The title of German director Valeria Grisebach’s Western (***, 12A, 121 mins) sets up
certain expectations: big-sky panoramas of the Old Country, adventures in the
great outdoors, almost certainly involving horses, and most likely men doing
whatever men have traditionally gotta (or had to) do. Grisebach delivers on
some of these elements – a white stallion features prominently – but her
backdrop isn’t Monument Valley, rather a quarry in the Bulgarian countryside,
site of a growing conflict between German construction workers and the locals
over whose land they’re trampling. This, then, is a western for the
globalisation age, fraught with those tribal tensions presently visible across the
New World and Europe entire.
Initially, British viewers may be reminded less of
John Wayne than Jimmy Nail in 80s TV hit Auf
Wiedersehen Pet. Amid a blazing summer, a crew of grizzled souls – men who
might seem terribly solitary, if it weren’t for one another – set up camp on
this small scrap of foreign territory, raising the German tricolour high as
practically their first act. Though some – like hangdog ex-legionnaire Meinhard
(the aptly named Meinhard Neumann) – make fumbling efforts to build bridges
with their neighbours, others are rowdier and less amenable. Revving his engine
in the town square after midnight, one brickie mutters “Now they know we’re
here”; a colleague chips in with the unsettling “It only took 70 years”.
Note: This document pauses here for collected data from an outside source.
import { coprimeBase } from '../arith/coprime-base';
import { valuation } from '../arith/valuation';
import { integerElement, letterElement, type Element } from '../expression/element';
import { elementText } from '../expression/to-text';
import type { LetterFunction } from '../field/letter-function';
import { isConstant, scaleMulti, type LetterRing, type MultiPolynomial } from '../field/multivariate';
import { multiplicity } from '../field/multivariate-division';
import { splitBase } from '../field/multivariate-split';
import { leastSize, writeMultivariate, writtenSign } from '../field/write-multivariate';
import type { Monomial } from '../ring/word-ring';

/** A member of a coprime base of entries: an integer > 1, a letter, or another polynomial, as it is written. */
export type Generator = { readonly element: Element } & (
  | { readonly kind: 'integer'; readonly value: bigint }
  | { readonly kind: 'letter'; readonly letter: number; readonly value: MultiPolynomial }
  | { readonly kind: 'polynomial'; readonly value: MultiPolynomial }
);

/** Entries as ± products of generators, which are pairwise coprime: integers first, then letters, then sums. */
export interface Generated {
  readonly generators: readonly Generator[];
  /** The entries in their order, as monomials in the generators. */
  readonly monomials: readonly Monomial[];
}

/** Takes entries, none of them zero, apart into ± products of pairwise coprime generators; those that cancel are left out. */
export function generated(ring: LetterRing, entries: readonly LetterFunction[]): Generated {
  const polynomials = new Map<string, MultiPolynomial>();
  for (const { factors } of entries) for (const [key, { base }] of factors) polynomials.set(key, base);
  const base = splitBase(ring, polynomials.values());
  const inBase = new Map([...polynomials].map(([key, f]) => [key, exponentsOver(ring, f, base)] as const));
  const integers = coprimeBase(
    entries.flatMap(({ constant }) => [leastSize(ring, constant.num), constant.den]).filter((n) => n !== 0n),
  );

  const written = base.map((f, index) => ({ generator: generatorOf(ring, f), index, sign: writtenSign(ring, f) }));
  written.sort((a, b) => compareGenerators(a.generator, b.generator));
  const places = new Map(written.map(({ index, sign }, i) => [index, { place: integers.length + i, sign }]));

  const monomials = entries.map(({ constant, factors }): Monomial => {
    const exponents = new Map<number, bigint>();
    const num = leastSize(ring, constant.num);
    let negative = num < 0n;
    integers.forEach((n, i) => {
      const e = valuation(num, n).exponent - valuation(constant.den, n).exponent;
      if (e !== 0) exponents.set(i, BigInt(e));
    });
    for (const [key, { exponent }] of factors)
      for (const [index, e] of inBase.get(key) ?? []) {
        const { place, sign } = places.get(index) ?? { place: -1, sign: 1 };
        const power = exponent * BigInt(e);
        exponents.set(place, (exponents.get(place) ?? 0n) + power);
        if (sign < 0 && power % 2n !== 0n) negative = !negative;
      }
    return { negative, exponents };
  });
  const generators = [
    ...integers.map((value): Generator => ({ kind: 'integer', value, element: integerElement(value) })),
    ...written.map(({ generator }) => generator),
  ];
  return withoutUnused(generators, monomials);
}

/** Leaves out generators that no entry has, and exponents that are 0; exponents stand in the order of the generators. */
function withoutUnused(generators: readonly Generator[], monomials: readonly Monomial[]): Generated {
  const used = new Set(monomials.flatMap(({ exponents }) => [...exponents].flatMap(([i, e]) => (e === 0n ? [] : [i]))));
  const kept = generators.map((_, i) => i).filter((i) => used.has(i));
  const newPlace = new Map(kept.map((old, i) => [old, i]));
  return {
    generators: kept.flatMap((i) => generators[i] ?? []),
    monomials: monomials.map(({ negative, exponents }) => ({
      negative,
      exponents: new Map(
        [...exponents]
          .flatMap(([i, e]) => (e === 0n ? [] : [[newPlace.get(i) ?? -1, e] as const]))
          .sort(([a], [b]) => a - b),
      ),
    })),
  };
}

/** The base elements in a polynomial with their exponents, by index. */
export function exponentsOver(
  ring: LetterRing,
  f: MultiPolynomial,
  base: readonly MultiPolynomial[],
): readonly (readonly [index: number, exponent: number])[] {
  const found: (readonly [number, number])[] = [];
  let left = f;
  for (const [index, b] of base.entries()) {
    if (isConstant(left)) break;
    const { exponent, rest } = multiplicity(ring, left, b);
    if (exponent > 0) found.push([index, exponent]);
    left = rest;
  }
  if (!isConstant(left)) throw new Error('a factor is not in the base');
  return found;
}

function generatorOf(ring: LetterRing, f: MultiPolynomial): Generator {
  const [term, more] = f;
  const letter = more === undefined ? (term?.exponents.findIndex((e) => e !== 0) ?? -1) : -1;
  if (letter >= 0) return { kind: 'letter', letter, value: f, element: letterElement(ring.letters[letter] ?? 'a') };
  const value = scaleMulti(ring, BigInt(writtenSign(ring, f)), f);
  return { kind: 'polynomial', value, element: writeMultivariate(ring, value) };
}

/** Letters in their order, then sums by degree, by length and as texts. */
function compareGenerators(a: Generator, b: Generator): number {
  if (a.kind === 'letter' && b.kind === 'letter') return a.letter - b.letter;
  if (a.kind === 'letter' || b.kind === 'letter') return a.kind === 'letter' ? -1 : 1;
  if (a.kind === 'integer' || b.kind === 'integer') return 0;
  const degree = (f: MultiPolynomial): number =>
    Math.max(...f.map(({ exponents }) => exponents.reduce((sum, e) => sum + e, 0)));
  const [x, y] = [elementText(a.element), elementText(b.element)];
  return degree(a.value) - degree(b.value) || a.value.length - b.value.length || (x < y ? -1 : x > y ? 1 : 0);
}
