import type { Budget } from '../arith/budget';
import { isPrime } from '../arith/prime';
import { Refusal } from '../expression/refusal';
import type { Condition } from '../expression/statement';

/** The characteristic that the conditions fix, 0 if they fix none. Refuses conditions on it that contradict each other. */
export function characteristicOf(conditions: readonly Condition[], budget: Budget): bigint {
  let fixed = 0n;
  for (const condition of conditions) {
    if (condition.kind !== 'characteristic') continue;
    if (!isPrime(condition.prime, budget))
      throw new Refusal('hypothesis', `${condition.prime} is not a prime, so it is no characteristic.`, condition.at);
    if (!condition.is) continue;
    if (fixed !== 0n && fixed !== condition.prime)
      throw new Refusal(
        'hypothesis',
        `The characteristic cannot be both ${fixed} and ${condition.prime}.`,
        condition.at,
      );
    fixed = condition.prime;
  }
  for (const condition of conditions)
    if (condition.kind === 'characteristic' && !condition.is && condition.prime === fixed)
      throw new Refusal('hypothesis', `The characteristic cannot be ${fixed} and also not ${fixed}.`, condition.at);
  return fixed;
}
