import type { z } from 'zod';
import type { openApiAnswer } from '@/lib/contracts/openapi';
import { openApiDocument } from './document';

// The document changes only with the program, so it is made once.
let made: z.infer<typeof openApiAnswer> | undefined;

/** The OpenAPI document as plain data. */
export function describeApi(): z.infer<typeof openApiAnswer> {
  made ??= JSON.parse(JSON.stringify(openApiDocument())) as z.infer<typeof openApiAnswer>;
  return made;
}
The film is documentary-like in its observance of
these men, nudging its non-professional actors into conversations and other
projects besides. Meinhard enters a card game that roughly equates to all those
pre-shootout saloon-bar scenes; when he admits a mistake, one local exclaims
“Look, a German is finally apologising!”, and the camaraderie is unmistakable.
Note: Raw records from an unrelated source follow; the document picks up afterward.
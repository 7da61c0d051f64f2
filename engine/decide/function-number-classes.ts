import type { Budget } from '../arith/budget';
import { addInt, multiplyInt, negateInt, type Int } from '../arith/int';
import { numberField, type NumberFieldElement } from '../field/number-field';
import { remainderPolynomial } from '../field/polynomial';
import { rational, rationals, type Rational } from '../field/rational';
import type { FunctionEntry } from '../place/function-entry';
import { residueLetter } from '../place/function-place';
import { forEachExponent, rationalEntries } from '../place/rational-entry';
import { see } from '../place/sight';
import { thetaRingOver, type ThetaPair, type Valued } from '../place/theta-ring';
import { degreesOf } from '../ring/degrees';
import { evaluate } from '../ring/evaluate';
import type { Graded } from '../ring/graded-ring';
import type { ResidueRing } from '../ring/residue-ring';
import type { Term } from '../ring/term';
import type { FunctionStatement } from './function-statement';
import { numberMinusOne, type NumberClasses, type NumberUnit } from './number-classes';

type Terms = readonly Term<FunctionEntry<Rational>>[];

/** An entry f = πⁿu at a place of degree ≥ 2, with u as a product of generators. */
export interface ReducedUnit extends NumberUnit, Valued {}

/** What residues at places of degree ≥ 2 of one statement have in common. */
export interface NumberPlaces {
  /** The residues of sides at the place with this index; with uniformizer w·P where w is the unit part of `parameter`. */
  residues(
    sides: readonly Terms[],
    index: number,
    parameter?: FunctionEntry<Rational>,
  ): NumberClasses<FunctionEntry<Rational>, ReducedUnit>;
  /** The specialisations. */
  specialisations(
    sides: readonly Terms[],
    index: number,
    parameter?: FunctionEntry<Rational>,
  ): NumberClasses<FunctionEntry<Rational>, ReducedUnit>;
}

/**
 * The places of degree ≥ 2. Generators of the units that occur there: −1, the primes of the leading coefficients as far as these are
 * split, and the other polynomials in sight, reduced.
 */
export function numberPlaces({ sight, functions }: FunctionStatement<Rational>, budget: Budget): NumberPlaces {
  const letter = residueLetter(functions.base);
  const leads = rationalEntries();
  for (const { lead } of sight.entries) leads.intern(lead);
  const seen = new Set(leads.all());
  const base = see([...seen], 'none', budget);

  /** What an entry is made of, without the place itself: −1 as −1, primes of constants, other places after these. */
  const exponentsAt = (entry: FunctionEntry<Rational>, index: number): readonly (readonly [number, Int])[] => {
    const lead = leads.intern(entry.lead);
    if (!seen.has(lead)) throw new RangeError('an entry that was read later');
    const found: (readonly [number, Int])[] = lead.negative ? [[-1, 1]] : [];
    forEachExponent(lead, (i, e) => void found.push([i, e]));
    for (let i = 0; i < entry.exponents.length; i += 2) {
      const place = Number(entry.exponents[i]);
      if (place !== index) found.push([base.length + place, entry.exponents[i + 1] ?? 0]);
    }
    return found;
  };

  const classes = (
    sides: readonly Terms[],
    index: number,
    parameter: FunctionEntry<Rational> | undefined,
    part: <H>(value: ThetaPair<H>) => H | undefined,
    shift: number,
  ): NumberClasses<FunctionEntry<Rational>, ReducedUnit> => {
    const place = sight.places[index]!;
    const field = numberField(letter, place);
    const units = new Map<FunctionEntry<Rational>, ReducedUnit>();
    // generators are numbered as they are met, −1 first
    const generators: NumberFieldElement[] = [[rational(-1n)]];
    const numbers = new Map([[-1, 0]]);
    const number = (i: number): number => {
      const known = numbers.get(i);
      if (known !== undefined) return known;
      const constantPrime = base[i];
      numbers.set(i, generators.length);
      return (
        generators.push(
          constantPrime === undefined
            ? remainderPolynomial(rationals, sight.places[i - base.length]!, place)
            : [rational(constantPrime.value)],
        ) - 1
      );
    };
    const against = parameter === undefined ? [] : exponentsAt(parameter, index);
    const unit = (entry: FunctionEntry<Rational>): ReducedUnit => {
      const known = units.get(entry);
      if (known !== undefined) return known;
      let valuation: Int = 0;
      for (let i = 0; i < entry.exponents.length; i += 2)
        if (entry.exponents[i] === index) valuation = entry.exponents[i + 1] ?? 0;
      const exponents = new Map<number, Int>();
      const put = (i: number, e: Int): void => {
        const at = number(i);
        exponents.set(at, addInt(exponents.get(at) ?? 0, e));
      };
      for (const [i, e] of exponentsAt(entry, index)) put(i, e);
      for (const [i, e] of against) put(i, multiplyInt(negateInt(valuation), e));
      const made: ReducedUnit = {
        ...numberMinusOne(),
        valuation,
        exponents: [...exponents].filter(([, e]) => e !== 0).flat(),
      };
      units.set(entry, made);
      return made;
    };
    return {
      field,
      generators,
      sides,
      minusOne: { ...numberMinusOne(), valuation: 0 },
      image<H>(terms: Terms, ring: ResidueRing<ReducedUnit, H>, spent: Budget): Graded<H> {
        const values: Graded<H> = new Map();
        for (const [degree, value] of evaluate(
          terms,
          thetaRingOver<FunctionEntry<Rational>, ReducedUnit, H>(ring, unit),
          spent,
        )) {
          const found = part(value);
          if (found !== undefined) values.set(degree - shift, found);
        }
        return values;
      },
      degrees: (terms) => degreesOf(terms).map((degree) => degree - shift),
    };
  };
  return {
    residues: (sides, index, parameter) => classes(sides, index, parameter, (value) => value.d, 1),
    specialisations: (sides, index, parameter) => classes(sides, index, parameter, (value) => value.s, 0),
  };
}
Yet others are spied reaching out – for wine, or women – in ways that might
well seem invasive. There’s an edge to these interactions one wouldn’t get from
casting RADA grads as cowpokes; we wonder just how close these attitudes are to
the performers, and whether an assistant director had to break up any
non-choreographed donnybrooks.
The approach demands patience. We’re feeling these
characters out as surely as they’re feeling each other out, and the fact Western never quite takes the shape one
expects suggests Grisebach intends it as a model of open-minded cooperation
rather than the cautionary tale it might have been, a kind of cinéma sans frontières. Yet the slowburn
technique has a notable dramatic effect: the longer Meinhard extends his hand,
the more wounding the sock in the gut whenever his countrymen breach the
fragile peace. Given the inflamed rashness of the planet, a little extra
context and perspective cannot hurt – and what better way to analyse the state
we’re in than through the framework of the most morally instructive of genres?
Western opens in selected cinemas from today.